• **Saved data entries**
....

//! IP-weighted Kaplan-Meier survival curves for a time-to-event outcome:
//! each exposure level's Kaplan-Meier curve over the exact follow-up
//! times, every row weighted by the inverse of its propensity for the
//! level it had (Xie & Liu, Stat Med 2005;24:3089-3110, from memory; the
//! computations are in [`crate::survival::methods::km`]).

use super::{About, Estimator, ExposureKind, Points, Serves, Targets, TimeToEvent};
use crate::Result;
use crate::identify::Strategy;
use crate::learn::{Fits, Needs};
use crate::problem::{Estimand, Problem};
use crate::survival::methods;

/// The IP-weighted Kaplan-Meier estimator.
pub struct Km;

static ABOUT: About = About {
    name: "km",
    label: "IP-weighted Kaplan-Meier",
    strategies: &[Strategy::Backdoor],
    serves: &[Serves::Binary, Serves::Levels],
    weighted: &[Serves::Binary, Serves::Levels],
    estimands: &[Estimand::Ate],
    needs: Needs {
        outcome: false,
        exposure: true,
    },
    default: true,
    time_to_event: TimeToEvent::OnlyFixedWeights,
};

impl Estimator for Km {
    fn about(&self) -> &'static About {
        &ABOUT
    }

    fn methods_sentence(&self, _kind: &ExposureKind) -> String {
        methods::sentence("km")
    }

    fn point(&self, p: &Problem, fits: &Fits, freq: Option<&[f64]>) -> Result<Points> {
        let w = methods::weights(p, fits, freq)?;
        let t = methods::km(p, &w, false)?;
        Ok(Points {
            targets: t.targets,
            values: t.values,
        })
    }

    fn targets(&self, p: &Problem, fits: &Fits) -> Result<Targets> {
        let w = methods::weights(p, fits, p.sampling())?;
        let mut t = methods::km(p, &w, true)?;
        t.notes.push(
            "the standard errors take the IP weights as known (the usual sandwich of the weighted \
             Kaplan-Meier curve); a bootstrap interval also counts their estimation"
                .into(),
        );
        Ok(t)
    }
}
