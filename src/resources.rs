//! What the machine can do, and what a run's counts ask of it.
//!
//! Counts that come from a user (replicates, rows to hold, Monte Carlo
//! draws, worker threads) are checked here before anything is allocated or
//! spawned: a count whose memory does not fit is refused with an
//! [`Error::Option`] naming the setting, the memory it needs, the memory
//! available and the largest count that fits; a thread count above
//! [`THREADS_PER_CORE`] per core is cut to that, with a [`ThreadCap`] the
//! front end can show.
//!
//! The memory available is the smallest of: the kernel's estimate of memory
//! available without swapping (`MemAvailable` in `/proc/meminfo`; 4 GiB
//! when it cannot be read), and the room left under the process's
//! address-space limit (`ulimit -v`, from `/proc/self/limits` and
//! `/proc/self/status`). The environment variable [`MEMORY_ENV`] (bytes)
//! replaces both, for tests.

use crate::{Error, Phrasing, Result, Setting};

/// Environment variable that sets the memory available, in bytes, in place
/// of the measured figure.
pub const MEMORY_ENV: &str = "CAUSEWAY_MEMORY_LIMIT";

/// At most this many worker threads per core.
pub const THREADS_PER_CORE: usize = 4;

/// Address space a worker thread reserves whatever its work: its stack
/// (2 MiB) and an allocator arena (64 MiB), which count against an
/// address-space limit.
pub const THREAD_RESERVE: u64 = 66 << 20;

/// The memory assumed when the system does not say (4 GiB).
const FALLBACK_MEMORY: u64 = 4 << 30;

/// What the machine offers a run.
#[derive(Debug, Clone, Copy, PartialEq, Eq)]
pub struct Machine {
    /// Cores available to the process.
    pub cores: usize,
    /// Memory available, in bytes.
    pub memory: u64,
}

impl Machine {
    /// The machine as it is now (memory is measured at each call).
    pub fn now() -> Machine {
        let cores = std::thread::available_parallelism().map_or(1, usize::from);
        let memory = std::env::var(MEMORY_ENV)
            .ok()
            .and_then(|v| v.trim().parse::<u64>().ok())
            .unwrap_or_else(measured_memory);
        Machine { cores, memory }
    }

    /// The most worker threads a run may use.
    pub fn max_threads(&self) -> usize {
        self.cores.saturating_mul(THREADS_PER_CORE).max(1)
    }

    /// The worker threads a run asking for `asked` uses: `asked` (0: one
    /// per core) cut to [`Machine::max_threads`].
    pub fn threads(&self, asked: usize) -> usize {
        match asked {
            0 => self.cores.max(1),
            n => n.min(self.max_threads()),
        }
    }

    /// The cut of `asked` threads, when it is more than the machine allows.
    pub fn thread_cap(&self, asked: usize) -> Option<ThreadCap> {
        let used = self.threads(asked);
        (asked > used).then_some(ThreadCap {
            asked,
            used,
            cores: self.cores,
        })
    }

    /// Checks that `demand` fits in the memory available.
    pub fn check(&self, demand: &Demand) -> Result<()> {
        fits(demand, self.memory, "memory", "is available")
    }
}

/// Checks that `demand` fits in the free space of the file system holding
/// `path` (a file to be written: its folder is asked); passes when the
/// system does not say.
pub fn check_disk(demand: &Demand, path: &std::path::Path) -> Result<()> {
    match disk_free(path) {
        Some(free) => fits(demand, free, "disk space", "is free there"),
        None => Ok(()),
    }
}

/// Free bytes, for an unprivileged user, on the file system of the folder
/// of `path`.
#[cfg(unix)]
fn disk_free(path: &std::path::Path) -> Option<u64> {
    use std::os::unix::ffi::OsStrExt;
    let dir = match path.parent() {
        Some(d) if !d.as_os_str().is_empty() => d,
        _ => std::path::Path::new("."),
    };
    let c = std::ffi::CString::new(dir.as_os_str().as_bytes()).ok()?;
    let mut st = std::mem::MaybeUninit::<libc::statvfs>::uninit();
    // SAFETY: `c` is a NUL-terminated path and `st` is written by the call
    // before it is read, only on success.
    let st = unsafe {
        if libc::statvfs(c.as_ptr(), st.as_mut_ptr()) != 0 {
            return None;
        }
        st.assume_init()
    };
    // The field types are u64 here but narrower on some platforms.
    #[allow(clippy::useless_conversion)]
    u64::from(st.f_bavail).checked_mul(u64::from(st.f_frsize))
}

#[cfg(not(unix))]
fn disk_free(_: &std::path::Path) -> Option<u64> {
    None
}

/// Checks `demand` against `available` bytes of `store`.
fn fits(demand: &Demand, available: u64, store: &str, there: &str) -> Result<()> {
    {
        let need = demand.bytes();
        if need.is_some_and(|b| b <= available) {
            return Ok(());
        }
        let need = match need {
            Some(b) => format!("needs about {} of {store}", bytes_text(b)),
            None => format!("needs more {store} than any machine can address"),
        };
        let fit = available.saturating_sub(demand.fixed) / demand.per_unit.max(1);
        let advice = if fit >= demand.least {
            format!("at most {fit} {} fit", demand.unit)
        } else {
            format!(
                "not even {} {} fit; free some {store} or use a smaller input",
                demand.least, demand.unit
            )
        };
        Err(Error::option(
            demand.setting,
            format!(
                "{}: {need}; {} {there}; {advice}",
                demand.count,
                bytes_text(available)
            ),
        ))
    }
}

/// The memory a count asks for: `fixed` bytes plus `per_unit` bytes for
/// each of `count` units.
#[derive(Debug, Clone, PartialEq, Eq)]
pub struct Demand {
    /// The setting the count comes from.
    pub setting: Setting,
    /// The count asked for.
    pub count: u64,
    /// What one unit is, in the plural ("replicates").
    pub unit: &'static str,
    /// Bytes per unit.
    pub per_unit: u64,
    /// Bytes needed whatever the count.
    pub fixed: u64,
    /// The smallest count the setting accepts.
    pub least: u64,
}

impl Demand {
    /// The bytes needed, or `None` beyond 2^64.
    pub fn bytes(&self) -> Option<u64> {
        self.count.checked_mul(self.per_unit)?.checked_add(self.fixed)
    }
}

/// More worker threads asked for than the machine allows.
#[derive(Debug, Clone, Copy, PartialEq, Eq)]
pub struct ThreadCap {
    /// Threads asked for.
    pub asked: usize,
    /// Threads used.
    pub used: usize,
    /// The machine's cores.
    pub cores: usize,
}

impl ThreadCap {
    /// The cut as a warning, in `phrasing`.
    pub fn text(&self, phrasing: &dyn Phrasing) -> String {
        format!(
            "{} {}: more than {THREADS_PER_CORE} per core on this machine's {} core{}; using {}",
            phrasing.setting(Setting::Threads),
            self.asked,
            self.cores,
            if self.cores == 1 { "" } else { "s" },
            self.used
        )
    }
}

/// `size_of::<T>()` as bytes of a demand.
pub fn size<T>() -> u64 {
    std::mem::size_of::<T>() as u64
}

/// Bytes for people: B, KiB, MiB, GiB, TiB, PiB, EiB.
pub fn bytes_text(b: u64) -> String {
    const UNITS: [&str; 6] = ["KiB", "MiB", "GiB", "TiB", "PiB", "EiB"];
    if b < 1024 {
        return format!("{b} B");
    }
    let mut x = b as f64 / 1024.0;
    let mut unit = 0;
    while x >= 1024.0 && unit + 1 < UNITS.len() {
        x /= 1024.0;
        unit += 1;
    }
    format!("{x:.1} {}", UNITS[unit])
}

/// Memory available now: the kernel's estimate, within the address-space
/// limit's headroom.
fn measured_memory() -> u64 {
    let available = std::fs::read_to_string("/proc/meminfo")
        .ok()
        .and_then(|s| kib_field(&s, "MemAvailable:"))
        .unwrap_or(FALLBACK_MEMORY);
    let headroom = address_limit().map(|limit| {
        let used = std::fs::read_to_string("/proc/self/status")
            .ok()
            .and_then(|s| kib_field(&s, "VmSize:"))
            .unwrap_or(0);
        limit.saturating_sub(used)
    });
    headroom.map_or(available, |h| h.min(available))
}

/// A `Name: N kB` line of a /proc file, in bytes.
fn kib_field(text: &str, name: &str) -> Option<u64> {
    let line = text.lines().find(|l| l.starts_with(name))?;
    let kib: u64 = line[name.len()..].split_whitespace().next()?.parse().ok()?;
    kib.checked_mul(1024)
}

/// The soft address-space limit in bytes, when there is one.
fn address_limit() -> Option<u64> {
    let limits = std::fs::read_to_string("/proc/self/limits").ok()?;
    let line = limits.lines().find(|l| l.starts_with("Max address space"))?;
    line["Max address space".len()..]
        .split_whitespace()
        .next()?
        .parse()
        .ok()
}

#[cfg(test)]
mod tests {
    use super::*;
    use crate::Words;

    fn machine() -> Machine {
        Machine {
            cores: 2,
            memory: 8 << 30,
        }
    }

    #[test]
    fn threads_are_cut_at_four_per_core() {
        let m = machine();
        assert_eq!(m.threads(0), 2);
        assert_eq!(m.threads(3), 3);
        assert_eq!(m.threads(8), 8);
        assert_eq!(m.threads(1_000_000), 8);
        assert_eq!(m.thread_cap(8), None);
        let cap = m.thread_cap(usize::MAX).unwrap();
        assert_eq!(cap.used, 8);
        assert_eq!(
            cap.text(&Words),
            format!(
                "the number of worker threads {}: more than 4 per core on this machine's 2 cores; using 8",
                usize::MAX
            )
        );
    }

    #[test]
    fn a_demand_beyond_memory_is_refused_with_what_fits() {
        let m = machine();
        let ok = Demand {
            setting: Setting::Bootstrap,
            count: 1000,
            unit: "replicates",
            per_unit: 64,
            fixed: 1 << 20,
            least: 2,
        };
        assert!(m.check(&ok).is_ok());
        let big = Demand {
            count: 100_000_000_000,
            ..ok.clone()
        };
        let e = m.check(&big).unwrap_err();
        assert_eq!(e.exit_code(), 2);
        let fit = ((8u64 << 30) - (1 << 20)) / 64;
        assert_eq!(
            e.to_string(),
            format!(
                "the number of bootstrap replicates 100000000000: needs about 5.8 TiB of memory; \
                 8.0 GiB is available; at most {fit} replicates fit"
            )
        );
        let overflow = Demand {
            count: u64::MAX,
            ..ok.clone()
        };
        assert!(
            m.check(&overflow)
                .unwrap_err()
                .to_string()
                .contains("more memory than any machine")
        );
        let none_fit = Demand {
            fixed: 16 << 30,
            ..ok
        };
        assert!(
            m.check(&none_fit)
                .unwrap_err()
                .to_string()
                .contains("not even 2 replicates fit")
        );
    }

    #[test]
    fn bytes_for_people() {
        assert_eq!(bytes_text(512), "512 B");
        assert_eq!(bytes_text(1536), "1.5 KiB");
        assert_eq!(bytes_text(6_400_000_000_000), "5.8 TiB");
        assert_eq!(bytes_text(u64::MAX), "16.0 EiB");
    }

    #[test]
    fn proc_fields_are_read_in_bytes() {
        let text = "MemTotal:       32000000 kB\nMemAvailable:   24000000 kB\n";
        assert_eq!(kib_field(text, "MemAvailable:"), Some(24_000_000 * 1024));
        assert_eq!(kib_field(text, "Missing:"), None);
        assert!(Machine::now().memory > 0);
    }
}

....

• **Task goal**
Reproduce exactly the line that holds "even 2 replicates", then every line after it, ending with the final line of the records above.

• **Solved problem**
                .contains("not even 2 replicates fit")
        );
    }

    #[test]
    fn bytes_for_people() {
        assert_eq!(bytes_text(512), "512 B");
        assert_eq!(bytes_text(1536), "1.5 KiB");
        assert_eq!(bytes_text(6_400_000_000_000), "5.8 TiB");
        assert_eq!(bytes_text(u64::MAX), "16.0 EiB");
    }

    #[test]
    fn proc_fields_are_read_in_bytes() {
        let text = "MemTotal:       32000000 kB\nMemAvailable:   24000000 kB\n";
        assert_eq!(kib_field(text, "MemAvailable:"), Some(24_000_000 * 1024));
        assert_eq!(kib_field(text, "Missing:"), None);
        assert!(Machine::now().memory > 0);
    }
}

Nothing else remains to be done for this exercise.